The problem: Below are the records; collect from them each line containing the string "merges".

****

impl Lineage {
    /// The family ids of the groups and the events, given the ids of the
    /// created families (`new_ids[j]` for [`FamilyRef::New`]`(j)`).
    ///
    /// # Panics
    /// When `new_ids` holds fewer than [`Lineage::n_new`] ids.
    pub fn resolve(&self, new_ids: &[i64]) -> (Vec<i64>, Vec<super::FamilyEvent>) {
        assert!(new_ids.len() >= self.n_new, "an id for every new family");
        let id = |f: FamilyRef| match f {
            FamilyRef::Existing(i) => i,
            FamilyRef::New(j) => new_ids[j],
        };
        let groups = self.group_family.iter().map(|&f| id(f)).collect();
        let events = self
            .events
            .iter()
            .map(|e| super::FamilyEvent {
                kind: e.kind,
                family_id: id(e.family),
                other_family_id: e.other.map(id),
                n_shared: e.n_shared,
            })
            .collect();
        (groups, events)
    }
}

/// Link the groups of a new run to the families of the previous one.
///
/// `previous` maps trigger id → family id of the previous run (active
/// families only); `members` holds (trigger id, group) for every trigger of
/// the new run, groups numbered `0..k`. Pure: no catalogue access, same
/// input → same output.
pub fn link(previous: &HashMap<i64, i64>, members: &[(i64, usize)], k: usize) -> Lineage {
    link_pinned(previous, members, k, &HashMap::new())
}

/// [`link`] keeping the scientists' edits: `pins` maps trigger id → the
/// family a scientist put it in (every pinned family must be among
/// `previous`'s). A group whose previously clustered members are at least
/// half pinned to one family continues it; the other groups are linked as
/// in [`link`] (the Hungarian assignment may give a pinned group's family
/// to one more group); a family holding pinned members of this run that no
/// group continues stays active ([`Lineage::pinned_only`], event `kept`
/// with the pinned count). Pure.
pub fn link_pinned(
    previous: &HashMap<i64, i64>,
    members: &[(i64, usize)],
    k: usize,
    pins: &HashMap<i64, i64>,
) -> Lineage {
    let mut old_fams: Vec<i64> = previous.values().copied().collect();
    old_fams.sort_unstable();
    old_fams.dedup();
    let mut old_size: HashMap<i64, usize> = HashMap::new();
    for f in previous.values() {
        *old_size.entry(*f).or_default() += 1;
    }
    // overlap[c][j]: triggers of group c previously in old family old_fams[j].
    let mut overlap = vec![vec![0usize; old_fams.len()]; k];
    let mut group_old = vec![0usize; k]; // members of c that had an old family
    let fidx: HashMap<i64, usize> = old_fams.iter().enumerate().map(|(i, f)| (*f, i)).collect();
    for &(t, c) in members {
        if let Some(f) = previous.get(&t) {
            overlap[c][fidx[f]] += 1;
            group_old[c] += 1;
        }
    }

    // Pins first: a group mostly pinned to one family continues it.
    let mut group_family: Vec<Option<FamilyRef>> = vec![None; k];
    let mut events = Vec::new();
    let mut pinned_in: Vec<HashMap<i64, usize>> = vec![HashMap::new(); k];
    let mut pinned_fams: Vec<i64> = Vec::new();
    for &(t, c) in members {
        if let Some(&f) = pins.get(&t) {
            *pinned_in[c].entry(f).or_default() += 1;
            pinned_fams.push(f);
        }
    }
    pinned_fams.sort_unstable();
    pinned_fams.dedup();
    for c in 0..k {
        let best = pinned_in[c]
            .iter()
            .max_by_key(|(f, n)| (**n, std::cmp::Reverse(**f)))
            .map(|(f, n)| (*f, *n));
        if let Some((f, n)) = best {
            if n as f64 >= 0.5 * group_old[c] as f64 {
                group_family[c] = Some(FamilyRef::Existing(f));
                events.push(Event {
                    kind: EventKind::Kept,
                    family: FamilyRef::Existing(f),
                    other: None,
                    n_shared: n,
                });
            }
        }
    }
    // Hungarian assignment maximising overlap, over the groups left.
    let free: Vec<usize> = (0..k).filter(|&c| group_family[c].is_none()).collect();
    if !old_fams.is_empty() && !free.is_empty() {
        let cost: Vec<Vec<f64>> = free
            .iter()
            .map(|&c| overlap[c].iter().map(|&o| -(o as f64)).collect())
            .collect();
        for (i, a) in hungarian::assign(&cost).into_iter().enumerate() {
            let c = free[i];
            if let Some(j) = a {
                let o = overlap[c][j];
                let f = old_fams[j];
                // Accept when the shared triggers are a real part of either group.
                let need = (0.25 * group_old[c].min(old_size[&f]) as f64).max(1.0);
                if o as f64 >= need {
                    group_family[c] = Some(FamilyRef::Existing(f));
                    events.push(Event {
                        kind: EventKind::Kept,
                        family: FamilyRef::Existing(f),
                        other: None,
                        n_shared: o,
                    });
                }
            }
        }
    }
    // Families holding pinned members that no group continues stay active.
    let pinned_only: Vec<i64> = pinned_fams
        .iter()
        .copied()
        .filter(|&f| !group_family.contains(&Some(FamilyRef::Existing(f))))
        .collect();
    for &f in &pinned_only {
        events.push(Event {
            kind: EventKind::Kept,
            family: FamilyRef::Existing(f),
            other: None,
            n_shared: pinned_in.iter().filter_map(|m| m.get(&f)).sum(),
        });
    }
    let mut n_new = 0;
    for c in 0..k {
        if group_family[c].is_some() {
            continue;
        }
        let fam = FamilyRef::New(n_new);
        n_new += 1;
        group_family[c] = Some(fam);
        // A split when a substantial part of it came from one old family.
        let best = (0..old_fams.len()).max_by_key(|&j| overlap[c][j]);
        events.push(match best {
            Some(j) if group_old[c] > 0 && overlap[c][j] as f64 >= 0.5 * group_old[c] as f64 => {
                Event {
                    kind: EventKind::Split,
                    family: fam,
                    other: Some(FamilyRef::Existing(old_fams[j])),
                    n_shared: overlap[c][j],
                }
            }
            _ => Event {
                kind: EventKind::New,
                family: fam,
                other: None,
                n_shared: 0,
            },
        });
    }
    let group_family: Vec<FamilyRef> = group_family.into_iter().map(|f| f.expect("set")).collect();
    // Old families not kept: merged (most members went to one group) or retired.
    for (j, &f) in old_fams.iter().enumerate() {
        if group_family.contains(&FamilyRef::Existing(f)) || pinned_only.contains(&f) {
            continue;
        }
        let (c, o) = (0..k)
            .map(|c| (c, overlap[c][j]))
            .max_by_key(|x| x.1)
            .unwrap_or((0, 0));
        events.push(if o as f64 >= 0.5 * old_size[&f] as f64 {
            Event {
                kind: EventKind::Merge,
                family: FamilyRef::Existing(f),
                other: Some(group_family[c]),
                n_shared: o,
            }
        } else {
            Event {
                kind: EventKind::Retired,
                family: FamilyRef::Existing(f),
                other: None,
                n_shared: o,
            }
        });
    }
    Lineage {
        group_family,
        n_new,
        events,
        pinned_only,
    }
}

#[cfg(test)]
mod tests {
    use super::*;
    use FamilyRef::{Existing, New};

    /// `previous` from (family, trigger ids) and `members` from (group,
    /// trigger ids).
    fn setup(
        old: &[(i64, std::ops::Range<i64>)],
        new: &[(usize, std::ops::Range<i64>)],
    ) -> (HashMap<i64, i64>, Vec<(i64, usize)>) {
        let prev = old
            .iter()
            .flat_map(|(f, r)| r.clone().map(move |t| (t, *f)))
            .collect();
        let members = new
            .iter()
            .flat_map(|(c, r)| r.clone().map(move |t| (t, *c)))
            .collect();
        (prev, members)
    }

    fn kinds(l: &Lineage) -> Vec<(EventKind, FamilyRef, Option<FamilyRef>, usize)> {
        l.events
            .iter()
            .map(|e| (e.kind, e.family, e.other, e.n_shared))
            .collect()
    }

    #[test]
    fn first_run_makes_new_families_in_group_order() {
        let (prev, m) = setup(&[], &[(1, 0..5), (0, 5..9)]);
        let l = link(&prev, &m, 2);
        assert_eq!(l.group_family, vec![New(0), New(1)]);
        assert_eq!(l.n_new, 2);
        assert_eq!(
            kinds(&l),
            vec![
                (EventKind::New, New(0), None, 0),
                (EventKind::New, New(1), None, 0)
            ]
        );
        let (ids, ev) = l.resolve(&[7, 8]);
        assert_eq!(ids, vec![7, 8]);
        assert_eq!(ev[1].family_id, 8);
        assert_eq!(ev[1].kind, EventKind::New);
    }

    #[test]
    fn ids_follow_members_not_group_numbers() {
        // The mixture numbered the groups the other way round this time, and
        // 10 new triggers joined: ids follow the shared members.
        let (prev, m) = setup(&[(3, 0..20), (4, 20..30)], &[(0, 20..35), (1, 0..20)]);
        let l = link(&prev, &m, 2);
        assert_eq!(l.group_family, vec![Existing(4), Existing(3)]);
        assert_eq!(l.n_new, 0);
        assert_eq!(
            kinds(&l),
            vec![
                (EventKind::Kept, Existing(4), None, 10),
                (EventKind::Kept, Existing(3), None, 20)
            ]
        );
    }

    #[test]
    fn a_family_split_in_two_keeps_its_id_on_the_larger_part() {
        // Family 5 (40 members) becomes groups of 25 and 15.
        let (prev, m) = setup(&[(5, 0..40)], &[(0, 0..15), (1, 15..40)]);
        let l = link(&prev, &m, 2);
        assert_eq!(l.group_family, vec![New(0), Existing(5)]);
        assert_eq!(
            kinds(&l),
            vec![
                (EventKind::Kept, Existing(5), None, 25),
                (EventKind::Split, New(0), Some(Existing(5)), 15)
            ]
        );
        let (ids, ev) = l.resolve(&[9]);
        assert_eq!(ids, vec![9, 5]);
        assert_eq!((ev[1].family_id, ev[1].other_family_id), (9, Some(5)));
    }

    #[test]
    fn two_families_merged_into_one() {
        // Families 1 (30) and 2 (10) become one group: 1 is kept, 2 merges into it.
        let (prev, m) = setup(&[(1, 0..30), (2, 30..40)], &[(0, 0..40)]);
        let l = link(&prev, &m, 1);
        assert_eq!(l.group_family, vec![Existing(1)]);
        assert_eq!(
            kinds(&l),
            vec![
                (EventKind::Kept, Existing(1), None, 30),
                (EventKind::Merge, Existing(2), Some(Existing(1)), 10)
            ]
        );
    }

    #[test]
    fn a_family_scattered_over_others_is_retired() {
        // Family 3's 12 members spread over two groups kept by families 1
        // and 2, at most 4 in one: less than half, so retired, not merged.
        let (prev, m) = setup(
            &[(1, 0..30), (2, 30..60), (3, 60..72)],
            &[
                (0, 0..30),
                (0, 60..64),
                (1, 30..60),
                (1, 64..68),
                (2, 68..72),
            ],
        );
        let l = link(&prev, &m, 3);
        assert_eq!(l.group_family, vec![Existing(1), Existing(2), Existing(3)]);
        // Group 2 holds 4 of family 3's 12: the Hungarian assignment gives it
        // family 3 (4 ≥ a quarter of min(4, 12) = 1), so 3 is kept.
        assert_eq!(kinds(&l)[2], (EventKind::Kept, Existing(3), None, 4));

        // Without that group, family 3 is retired (4 < half of 12).
        let m2: Vec<(i64, usize)> = m.iter().copied().filter(|x| x.1 != 2).collect();
        let l2 = link(&prev, &m2, 2);
        assert_eq!(
            kinds(&l2).last().copied(),
            Some((EventKind::Retired, Existing(3), None, 4))
        );
    }

    #[test]
    fn an_assignment_without_shared_triggers_keeps_no_id() {
        // Families 8 (40) and 9 (30) now form one group; a second group holds
        // only triggers never clustered before. The assignment pairs that
        // group with family 9 (overlap 0), which is not accepted: the group
        // is new and family 9 merges into family 8.
        let (prev, m) = setup(&[(8, 0..40), (9, 40..70)], &[(0, 0..70), (1, 70..80)]);
        let l = link(&prev, &m, 2);
        assert_eq!(l.group_family, vec![Existing(8), New(0)]);
        assert_eq!(
            kinds(&l),
            vec![
                (EventKind::Kept, Existing(8), None, 40),
                (EventKind::New, New(0), None, 0),
                (EventKind::Merge, Existing(9), Some(Existing(8)), 30)
            ]
        );
    }

    #[test]
    fn a_merge_by_hand_survives_a_fit_that_splits_it_again() {
        // A scientist merged family 2 (10 members) into 1 (30): all of 2's
        // members are pinned to 1. A new fit separates them again: the
        // pinned group continues family 1, the other group keeps 1 by
        // overlap, and no new family appears.
        let (prev, m) = setup(&[(1, 0..40)], &[(0, 0..30), (1, 30..45)]);
        let pins: HashMap<i64, i64> = (30..40).map(|t| (t, 1)).collect();
        let l = link_pinned(&prev, &m, 2, &pins);
        assert_eq!(l.group_family, vec![Existing(1), Existing(1)]);
        assert_eq!(l.n_new, 0);
        assert!(l.pinned_only.is_empty());
        assert_eq!(
            kinds(&l),
            vec![
                (EventKind::Kept, Existing(1), None, 10),
                (EventKind::Kept, Existing(1), None, 30)
            ]
        );
        // Without the pins the second group would be a split of family 1.
        let l0 = link(&prev, &m, 2);
        assert_eq!(l0.group_family, vec![Existing(1), New(0)]);
    }

    #[test]
    fn a_split_by_hand_survives_a_fit_that_joins_it_again() {
        // A scientist split 12 triggers of family 5 into family 6, pinning
        // both parts. A new fit makes one group of all of them: it continues
        // family 5 (most pinned members) and family 6 stays active by its pins.
        let (prev, m) = setup(&[(5, 0..40), (6, 40..52)], &[(0, 0..60)]);
        let mut pins: HashMap<i64, i64> = (0..40).map(|t| (t, 5)).collect();
        pins.extend((40..52).map(|t| (t, 6)));
        let l = link_pinned(&prev, &m, 1, &pins);
        assert_eq!(l.group_family, vec![Existing(5)]);
        assert_eq!(l.pinned_only, vec![6]);
        assert_eq!(
            kinds(&l),
            vec![
                (EventKind::Kept, Existing(5), None, 40),
                (EventKind::Kept, Existing(6), None, 12)
            ]
        );
        // Without the pins family 6 would merge into 5.
        let l0 = link(&prev, &m, 1);
        assert_eq!(
            kinds(&l0)[1],
            (EventKind::Merge, Existing(6), Some(Existing(5)), 12)
        );
    }

    #[test]
    fn stored_names_round_trip() {
        for k in EventKind::ALL {
            assert_eq!(EventKind::parse(k.as_str()), Some(k));
            assert_eq!(serde_json::to_string(&k).unwrap(), format!("\"{k}\""));
        }
        for s in FamilyStatus::ALL {
            assert_eq!(FamilyStatus::parse(s.as_str()), Some(s));
        }
        assert_eq!(EventKind::parse("moved"), None);
    }
}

****

Solution for this problem:
        // Families 1 (30) and 2 (10) become one group: 1 is kept, 2 merges into it.
        // is new and family 9 merges into family 8.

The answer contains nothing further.